**What the exercise asks**
Starting with the first line of the data that follows, transcribe every line verbatim until the line containing "Forms, IV.2; with" has been transcribed.

**Extracted material**

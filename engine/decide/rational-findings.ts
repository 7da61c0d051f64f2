import type { Budget } from '../arith/budget';
import { integerElement } from '../expression/element';
import type { Int } from '../arith/int';
import { angle, symbol, type Expression } from '../expression/expression';
import { primeResidueField } from '../place/prime-residue-field';
import { maskedProduct, rationalPlace, unsplitZeroTest, type ZeroTest } from '../place/rational-place';
import type { RationalEntry } from '../place/rational-entry';
import type { BaseElement, Splitting } from '../place/sight';
import { thetaRing, type Visited } from '../place/theta-ring';
import { differenceIn, zeroModEta, zeroModH } from '../ring/residue-class-quotients';
import { residueClassRing, type ResidueClass } from '../ring/residue-class-ring';
import { writeResidueClass } from '../ring/write-residue-class';
import { etaFactors, multiple, total, zeroExpression } from '../ring/write-word';
import type { Finding } from './finding';
import type { RationalClasses } from './rational-classes';
import { incidence } from './rational-statement';
import { realFindings } from './real-findings';
import { residueReason } from './residue-reason';

/**
 * What decides equality in K^MW_n(ℚ): the rank (n = 0), the signature, and the residue at every prime at which a term ramifies.
 * 0 → B_n → K^MW_n(ℚ) → ⊕_p K^MW_{n−1}(𝔽_p) → 0 is split exact, with B_n seen by signature and rank
 * (J. Milnor, Introduction to Algebraic K-Theory, §11, after Tate; J. Milnor and D. Husemoller, Symmetric Bilinear Forms, IV.2; with
 * the pull-back theorem, F. Morel, Comment. Math. Helv. 79, 2004; compare H. Kolderup, arXiv:1906.07506).
 *
 * A composite that was not split into primes is compared as a whole; it is split only if that does not settle it.
 */
export function rationalFindings<A, B extends Visited>(
  classes: RationalClasses<A, B>,
  budget: Budget,
): readonly Finding[] {
  const real = realFindings(classes, budget);
  const split = new Set<bigint>();
  for (;;) {
    const residues = residueFindings(classes, split.size === 0 ? 'none' : split, budget);
    const open = unsettled(real, residues);
    if (open.length === 0) return [...real, ...residues.filter(({ outcome }) => outcome !== 'unknown')];
    for (const { base } of open) split.add(base);
  }
}

/**
 * The residues at unsplit composites that still matter. One that is not known may be left out only where its degree is seen to
 * differ without it, and where what it could change modulo η and modulo h is settled by others.
 */
function unsettled(real: readonly Finding[], residues: readonly ResidueFinding[]): readonly ResidueFinding[] {
  const known = [...real, ...residues.filter(({ outcome }) => outcome !== 'unknown')];
  const different = new Set(known.filter(({ same }) => !same).map(({ degree }) => degree));
  const differentModEta = known.some(({ sameModEta }) => !sameModEta);
  const differentModH = known.some((finding) => !finding.sameModH && !isUnknownModH(finding));
  return residues.filter(({ degree, outcome, outcomeModH, sameModEta }) =>
    outcome === 'unknown'
      ? !different.has(degree) || (!sameModEta && !differentModEta) || (outcomeModH !== 'zero' && !differentModH)
      : outcomeModH === 'unknown' && !differentModH,
  );
}

const isUnknownModH = (finding: Finding): boolean =>
  finding instanceof ResidueFinding && finding.outcomeModH === 'unknown';

function residueFindings<A, B extends Visited>(
  classes: RationalClasses<A, B>,
  split: Splitting,
  budget: Budget,
): readonly ResidueFinding[] {
  const { base, terms } = incidence(classes, split, budget);
  const { entries, rational, image, degrees } = classes;
  const findings: ResidueFinding[] = [];
  base.forEach((element, index) => {
    const { units, local } = rationalPlace(base, index);
    const ring = thetaRing<B, Int>(units, (unit) => local(rational(unit)));
    const [left, right] = [terms(0, index), terms(1, index)];
    const l = left.length === 0 ? undefined : image(left, ring, budget);
    const r = right.length === 0 ? undefined : image(right, ring, budget);
    for (const degree of degrees(left.length === 0 ? right : right.length === 0 ? left : [...left, ...right])) {
      const [x, y] = [l?.get(degree)?.d, r?.get(degree)?.d];
      const difference = y === undefined ? x : differenceIn(residueClassRing(units), degree - 1, x, y);
      findings.push(new ResidueFinding(base, entries, element, degree, x, y, difference, units.classOfMinusOne));
    }
  });
  return findings;
}

/** The residues of both sides at one element of the base; a class, so that what is only shown is worked out on demand. */
class ResidueFinding implements Finding {
  readonly map = 'residue';
  readonly outcome: ZeroTest;

  constructor(
    private readonly sight: readonly BaseElement[],
    private readonly entries: readonly RationalEntry[],
    private readonly element: BaseElement,
    readonly degree: number,
    private readonly x: ResidueClass<Int> | undefined,
    private readonly y: ResidueClass<Int> | undefined,
    private readonly difference: ResidueClass<Int> | undefined,
    private readonly classOfMinusOne: Int,
  ) {
    this.outcome = element.prime
      ? difference === undefined
        ? 'zero'
        : 'nonzero'
      : unsplitZeroTest(sight, entries, element.value, degree - 1, difference);
  }

  get base(): bigint {
    return this.element.value;
  }
  get place(): string {
    return this.base.toString();
  }
  get same(): boolean {
    return this.outcome === 'zero';
  }
  get zero(): boolean {
    return this.x === undefined && this.y === undefined;
  }
  get sameModEta(): boolean {
    return this.same || zeroModEta(this.degree - 1, this.difference);
  }
  get sameModH(): boolean {
    return this.outcomeModH === 'zero';
  }
  get outcomeModH(): ZeroTest {
    if (this.same) return 'zero';
    if (this.element.prime) return zeroModH(this.difference, this.classOfMinusOne) ? 'zero' : 'nonzero';
    const asForm = this.difference && { ...this.difference, unit: undefined };
    return unsplitZeroTest(this.sight, this.entries, this.base, -1, asForm);
  }
  left(): Expression {
    return this.write(this.x);
  }
  right(): Expression {
    return this.write(this.y);
  }
  target(): string {
    return residueGroup(this.degree - 1, this.base, this.element.prime);
  }
  reason(): string {
    const where = this.element.prime ? `modulo ${this.base}` : `at a prime that divides ${this.base}`;
    return residueReason(this.degree - 1, this.x, this.y, where);
  }
  private write(value: ResidueClass<Int> | undefined): Expression {
    return this.element.prime
      ? writeResidueClass(primeResidueField(this.base), this.degree - 1, value)
      : writeUnsplit(this.sight, this.base, this.degree - 1, value);
  }
}

/** A residue at an unsplit composite: its rank, and its discriminant as a residue modulo the composite. */
function writeUnsplit(
  sight: readonly BaseElement[],
  b: bigint,
  degree: number,
  x: ResidueClass<Int> | undefined,
): Expression {
  if (x === undefined) return zeroExpression;
  if (x.unit !== undefined) return symbol([integerElement(BigInt(x.unit))]);
  const mask = BigInt(x.squareClass);
  const plain = BigInt(x.rank) - (mask === 0n ? 0n : 1n);
  const etas = etaFactors(-degree);
  const form = mask === 0n ? [] : [multiple(1n, [...etas, angle([integerElement(maskedProduct(sight, b, mask))])])];
  return total([...(plain === 0n ? [] : [multiple(plain, etas)]), ...form]);
}

function residueGroup(degree: number, b: bigint, prime: boolean): string {
  const field = prime ? `\\mathbb{F}_{${b}}` : `\\mathbb{F}_{p},\\ p \\mid ${b}`;
  if (degree > 1) return '0';
  if (degree === 1) return prime ? `${field}^{\\times}` : `\\mathbb{F}_{p}^{\\times},\\ p \\mid ${b}`;
  return degree === 0 ? `\\mathrm{GW}(${field})` : `\\mathrm{W}(${field})`;
}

**Exercise answer**
filename engine/decide/rational-findings.ts
repository 7da61c0d051f64f2
import type { Budget } from '../arith/budget';
import { integerElement } from '../expression/element';
import type { Int } from '../arith/int';
import { angle, symbol, type Expression } from '../expression/expression';
import { primeResidueField } from '../place/prime-residue-field';
import { maskedProduct, rationalPlace, unsplitZeroTest, type ZeroTest } from '../place/rational-place';
import type { RationalEntry } from '../place/rational-entry';
import type { BaseElement, Splitting } from '../place/sight';
import { thetaRing, type Visited } from '../place/theta-ring';
import { differenceIn, zeroModEta, zeroModH } from '../ring/residue-class-quotients';
import { residueClassRing, type ResidueClass } from '../ring/residue-class-ring';
import { writeResidueClass } from '../ring/write-residue-class';
import { etaFactors, multiple, total, zeroExpression } from '../ring/write-word';
import type { Finding } from './finding';
import type { RationalClasses } from './rational-classes';
import { incidence } from './rational-statement';
import { realFindings } from './real-findings';
import { residueReason } from './residue-reason';

/**
 * What decides equality in K^MW_n(ℚ): the rank (n = 0), the signature, and the residue at every prime at which a term ramifies.
 * 0 → B_n → K^MW_n(ℚ) → ⊕_p K^MW_{n−1}(𝔽_p) → 0 is split exact, with B_n seen by signature and rank
 * (J. Milnor, Introduction to Algebraic K-Theory, §11, after Tate; J. Milnor and D. Husemoller, Symmetric Bilinear Forms, IV.2; with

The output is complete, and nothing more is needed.